Recorded data:
------------------------------------

package dev.couplet.bound;

import static org.junit.jupiter.api.Assertions.assertEquals;
import static org.junit.jupiter.api.Assertions.assertThrows;
import static org.junit.jupiter.api.Assertions.assertTrue;

import dev.couplet.exact.TestForms;
import dev.couplet.exact.TestForms.Regime;
import dev.couplet.form.Ising;
import dev.couplet.form.Qubo;
import dev.couplet.sampling.Effort;
import dev.couplet.sampling.Run;
import dev.couplet.sampling.Watch;
import dev.couplet.sampling.Watch.StopSignal;
import java.util.ArrayList;
import java.util.List;
import org.junit.jupiter.api.Test;

class SplitBoundTest {
  /**
   * The linear relaxation of the frustrated triangle has its optimum -3 at the half-integral point;
   * but energies are a whole number of fours from the constant, and the next of these is -1. A
   * field on a fourth spin that may take any sign takes that step away.
   */
  @Test
  void frustratedTriangle() {
    assertEquals(-1, SplitBound.standard().below(TestForms.frustratedTriangle()));
    Ising.Builder withField = Ising.builder(4).addLinear(3, 0.5);
    withField.addPair(0, 1, 1).addPair(1, 2, 1).addPair(0, 2, 1);
    assertEquals(-3.5, SplitBound.standard().below(withField.build().toQubo()));
  }

  @Test
  void noBits() {
    assertEquals(2.5, SplitBound.standard().below(Qubo.builder(0).addConstant(2.5).build()));
    assertEquals(0, SplitBound.standard().below(Qubo.builder(0).build()));
  }

  @Test
  void formsNearTheLargestDoubleAreNoTrouble() {
    Qubo form = Qubo.builder(2).allowRounding().addLinear(0, 8e307).addLinear(1, -8e307).build();
    assertEquals(-8e307, SplitBound.standard().below(form), 1e295);
  }

  @Test
  void smallestNumbers() {
    Qubo form = Qubo.builder(2).addLinear(0, -Double.MIN_VALUE).addPair(0, 1, 1e-320).build();
    assertEquals(-Double.MIN_VALUE, SplitBound.standard().below(form));
  }

  @Test
  void stoppedBeforeTheStartItIsStillABound() {
    StopSignal signal = StopSignal.create();
    signal.stop();
    Qubo form = TestForms.random(Regime.DENSE, 10, 3);
    double stopped =
        SplitBound.standard().below(form, Run.of(Effort.draws(1)).watch(Watch.stop(signal)));
    assertEquals(SplitBound.standard().rounds(0).below(form), stopped);
  }

  @Test
  void reportsARisingBound() {
    List<Double> heard = new ArrayList<>();
    long[] now = {0};
    Watch watch =
        Watch.none()
            .clock(() -> now[0] += 100_000_000)
            .progress(p -> heard.add(p.bound().orElseThrow()));
    Qubo form = TestForms.random(Regime.SPARSE, 40, 3);
    double bound = SplitBound.standard().below(form, Run.of(Effort.draws(1)).watch(watch));
    assertTrue(heard.size() > 1);
    assertEquals(heard.stream().sorted().toList(), heard);
    assertEquals(bound, heard.get(heard.size() - 1));
  }

  @Test
  void refusesNegativeRounds() {
    assertThrows(IllegalArgumentException.class, () -> SplitBound.standard().rounds(-1));
  }
}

------------------------------------

Required work: Copy each line above containing the string "random".

Reply to the task:
    Qubo form = TestForms.random(Regime.DENSE, 10, 3);
    Qubo form = TestForms.random(Regime.SPARSE, 40, 3);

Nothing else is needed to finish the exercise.